> 1) The purpose and character of the use, including whether such use is of a commercial nature or is for nonprofit educational purposes
> 2) The nature of the copyrighted work
> 3) The amount and substantiality of the portion used in relation to the copyrighted work as a whole
> 4) The effect of the use upon the potential market for or value of the copyrighted work
[emphasis from TFA]
HN always talks about derivative work and transformativeness, but never about these. The fourth one especially seems clear in its implications for models.
Regardless, it makes it seem much less clear cut than people here often say.
If you look at the core argument in favour of fair use, it's that "LLMs do not copy the training data", yet this is obviously false.
For Github copilot and ChatGPT examples of it reciting large sections of training data are well known.

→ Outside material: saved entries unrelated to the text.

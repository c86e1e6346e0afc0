//! Tables for people (tabled). The default view is the figures a person reads
//! first, one table that fits the terminal (120 columns for a 25-pass
//! schedule); `--wide` gives every column in three tables (passes, drawing
//! stress by method, line figures); `--columns` picks columns by JSON key.
//! Then the summary, the notes (wrapped to the width) and the caution.

use coldpass::evaluation::{ScheduleReport, StepKind, StepReport, Verdict};
use tabled::builder::Builder;
use tabled::settings::object::Columns;
use tabled::settings::peaker::PriorityMax;
use tabled::settings::{Alignment, Style, Width};

use super::columns::{self, Column};
use super::units::{Quantity, Units};

/// Which pass columns a table shows.
#[derive(Debug, Clone, Default)]
pub enum View {
    /// The figures read first ([`columns::FIRST`]), fitted to the width.
    #[default]
    First,
    /// Every column, in three tables.
    Wide,
    /// These columns (JSON keys), in one table.
    Pick(Vec<String>),
}

/// How a table report is laid out.
#[derive(Debug, Clone)]
pub struct TableOptions {
    /// Which pass columns.
    pub view: View,
    /// Units of every figure.
    pub units: Units,
    /// Width to fit, in characters (the terminal's, else 120).
    pub width: usize,
}

impl Default for TableOptions {
    fn default() -> Self {
        TableOptions {
            view: View::First,
            units: Units::Si,
            width: 120,
        }
    }
}

/// The width to fit: `COLUMNS` when set, else the terminal's when standard
/// output is one, else 120.
pub fn terminal_width() -> usize {
    if let Some(n) = std::env::var("COLUMNS")
        .ok()
        .and_then(|s| s.trim().parse::<usize>().ok())
        .filter(|&n| n >= 40)
    {
        return n;
    }
    terminal_size::terminal_size_of(std::io::stdout())
        .map(|(w, _)| usize::from(w.0))
        .filter(|&n| n >= 40)
        .unwrap_or(120)
}

/// A sharp table of `header` over `rows`: the first column and `text_cols`
/// left, the rest right. With `width`, a table wider than it is cut into
/// panels of whole columns, one under the other, each led by the first
/// column (the step, law or block) so that every row can be read across; a
/// header word or a figure is never broken. Only a panel of one column
/// beside the first that is still too wide has its cells wrapped, at words.
/// Shared by every table report.
pub fn build(
    header: Vec<String>,
    rows: Vec<Vec<String>>,
    width: Option<usize>,
    text_cols: &[usize],
) -> String {
    let all: Vec<usize> = (0..header.len()).collect();
    let render = |cols: &[usize], wrap: Option<usize>| -> String {
        let mut b = Builder::default();
        let pick = |r: &[String]| -> Vec<String> {
            cols.iter()
                .map(|&i| r.get(i).cloned().unwrap_or_default())
                .collect()
        };
        b.push_record(pick(&header));
        for r in &rows {
            b.push_record(pick(r));
        }
        let mut t = b.build();
        t.with(Style::sharp());
        t.modify(Columns::new(1..), Alignment::right());
        for (at, i) in cols.iter().enumerate() {
            if text_cols.contains(i) {
                t.modify(Columns::new(at..=at), Alignment::left());
            }
        }
        if let Some(w) = wrap {
            t.with(
                Width::wrap(w)
                    .keep_words(true)
                    .priority(PriorityMax::right()),
            );
        }
        t.to_string()
    };
    let Some(w) = width else {
        return render(&all, None);
    };
    let whole = render(&all, None);
    if widest(&whole) <= w || all.len() < 2 {
        return if widest(&whole) <= w {
            whole
        } else {
            render(&all, Some(w))
        };
    }
    panels(all.len(), w, |cols| widest(&render(cols, None)))
        .iter()
        .map(|cols| {
            let t = render(cols, None);
            if widest(&t) <= w {
                t
            } else {
                render(cols, Some(w))
            }
        })
        .collect::<Vec<_>>()
        .join("\n\n")
}

/// The widest line of `text`, in characters.
pub fn widest(text: &str) -> usize {
    text.lines().map(|l| l.chars().count()).max().unwrap_or(0)
}

/// Columns `1..n` laid into panels led by column 0, in order, each as many
/// columns as keep its width (`width_of`) within `width`; a panel holds at
/// least one column beside the first.
pub fn panels(n: usize, width: usize, width_of: impl Fn(&[usize]) -> usize) -> Vec<Vec<usize>> {
    let mut out = Vec::new();
    let mut panel = vec![0];
    for c in 1..n {
        panel.push(c);
        if panel.len() > 2 && width_of(&panel) > width {
            panel.pop();
            out.push(std::mem::replace(&mut panel, vec![0, c]));
        }
    }
    out.push(panel);
    out
}

/// A header with each word on its own line, so that a column is as wide as
/// its figures (the words are the same, only the layout changes).
pub fn stack(header: &str) -> String {
    header.replace(' ', "\n")
}

/// Whether column `c` has text in any of `steps` (a die size given as text,
/// or an anneal row); an empty `die size` column is left out.
fn has_text(c: &Column, steps: &[&StepReport], units: Units) -> bool {
    c.key != "die_size" || steps.iter().any(|r| !c.cell(r, units).is_empty())
}

/// A table of `cols` over the steps. `stacked` puts each header word on its
/// own line, so that a column is as wide as its figures; `drop_empty` leaves
/// out an empty `die size` column (not when the reader picked it).
fn pass_table(
    cols: &[&Column],
    steps: &[&StepReport],
    opts: &TableOptions,
    stacked: bool,
    drop_empty: bool,
) -> String {
    let cols: Vec<&Column> = cols
        .iter()
        .copied()
        .filter(|c| !drop_empty || has_text(c, steps, opts.units))
        .collect();
    let header = cols
        .iter()
        .map(|c| {
            let h = c.header(opts.units);
            if stacked {
                stack(&h)
            } else {
                h
            }
        })
        .collect();
    let rows = steps
        .iter()
        .map(|r| {
            cols.iter()
                .map(|c| match c.key {
                    // One flag a line keeps the column as wide as the longest flag.
                    "flags" if stacked => columns::flags(r, "\n"),
                    _ => c.cell(r, opts.units),
                })
                .collect()
        })
        .collect();
    let text_cols: Vec<usize> = cols
        .iter()
        .enumerate()
        .filter(|(_, c)| matches!(c.key, "die_size" | "flags"))
        .map(|(i, _)| i)
        .collect();
    // Fitted to the width in every view: a table wider than the terminal is
    // cut into panels of whole columns (`--wide` too: every column, in panels).
    build(header, rows, Some(opts.width), &text_cols)
}

/// Wraps `text` to `width` characters at spaces, indenting continuation lines
/// by `indent`; the leading spaces of `text` are kept on its first line.
pub fn wrap(text: &str, width: usize, indent: &str) -> String {
    let mut out = String::new();
    let mut line: String = text.chars().take_while(|c| *c == ' ').collect();
    for word in text.split_whitespace() {
        let len = line.chars().count();
        if !line.trim().is_empty() && len + 1 + word.chars().count() > width {
            out.push_str(&line);
            out.push('\n');
            line = indent.to_string();
        } else if len > 0 && !line.ends_with(' ') {
            line.push(' ');
        }
        line.push_str(word);
    }
    out.push_str(&line);
    out
}

/// `text` with every line longer than `width` wrapped at words: continuation
/// lines keep the line's indent, two more under a `- ` list item.
pub fn wrap_long_lines(text: &str, width: usize) -> String {
    let mut out = String::new();
    for l in text.lines() {
        if l.chars().count() > width {
            let lead: String = l.chars().take_while(|c| *c == ' ').collect();
            let more = if l.trim_start().starts_with("- ") {
                "  "
            } else {
                ""
            };
            out.push_str(&wrap(l, width, &format!("{lead}{more}")));
        } else {
            out.push_str(l);
        }
        out.push('\n');
    }
    if !text.ends_with('\n') {
        out.pop();
    }
    out
}

/// A figure with its unit, or a dash and why there is none.
fn with_unit(x: Option<f64>, q: Quantity, digits: usize, units: Units, why_none: &str) -> String {
    match x {
        Some(v) => format!(
            "{} {}",
            super::fixed(Some(q.convert(v, units)), q.decimals(digits, units)),
            q.label(units)
        ),
        None => format!("- ({why_none})"),
    }
}

/// The verdict in words.
pub fn verdict_words(v: Verdict) -> &'static str {
    match v {
        Verdict::Ok => "ok: every pass within the limits",
        Verdict::Warn => "warn: within the limits, with warnings (see flags)",
        Verdict::Over => "over: at least one pass over a limit (see flags)",
    }
}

Plenty can be found on HN. It doesn't generate a new valid windows serial key on the fly, it's memorized them.
If one wants to be cynical, it's not hard to see OpenAI/etc patching in filters to remove copyrighted content from the output precisely because it's legally catastrophic for their "fair use" claim to have the model spit out copyrighted content. As this is both copyright infringement by itself, and evidence that no matter how the internals of these models work, they store some of the training data anyway.
The Supreme Court hasn’t ruled on a software case like this, as far as I know. But given the recent 7-2 decision against Andy Warhol’s estate for his copying of photographs of Prince, this doesn’t seem like a Court that’s ready to say copying terabytes of unlicensed material for a commercial purpose is OK.
I’m going to guess this ends with Congress setting up some kind of clearinghouse for copyrighted training material: You opt in to be included, you get fees from OpenAI when they use what you added. This isn’t unprecedented: Congress set up special rules and processes for things like music recordings repeatedly over the years.
https://scholarship.law.edu/cgi/viewcontent.cgi?referer=&htt...
That being said, it doesn’t take a lot of effort to differentiate these cases. Google was indexing copyrighted works and providing access to limited extracts. They weren’t transforming them into new works and then selling access to those new works over APIs.
Imagine OpenAI had invented a software program that turned any written text into an animated cartoon enacting the text. That would obviously be creating a derivative work and outside fair use bounds. That they mix a bunch of works (copyrighted and otherwise) into a piece of software doesn’t allow them to escape that basic analysis.
Google showed a “clip” of the original work, no different in scope than Siskel & Ebert showing a clip of a film as they reviewed it. The uses are not comparable.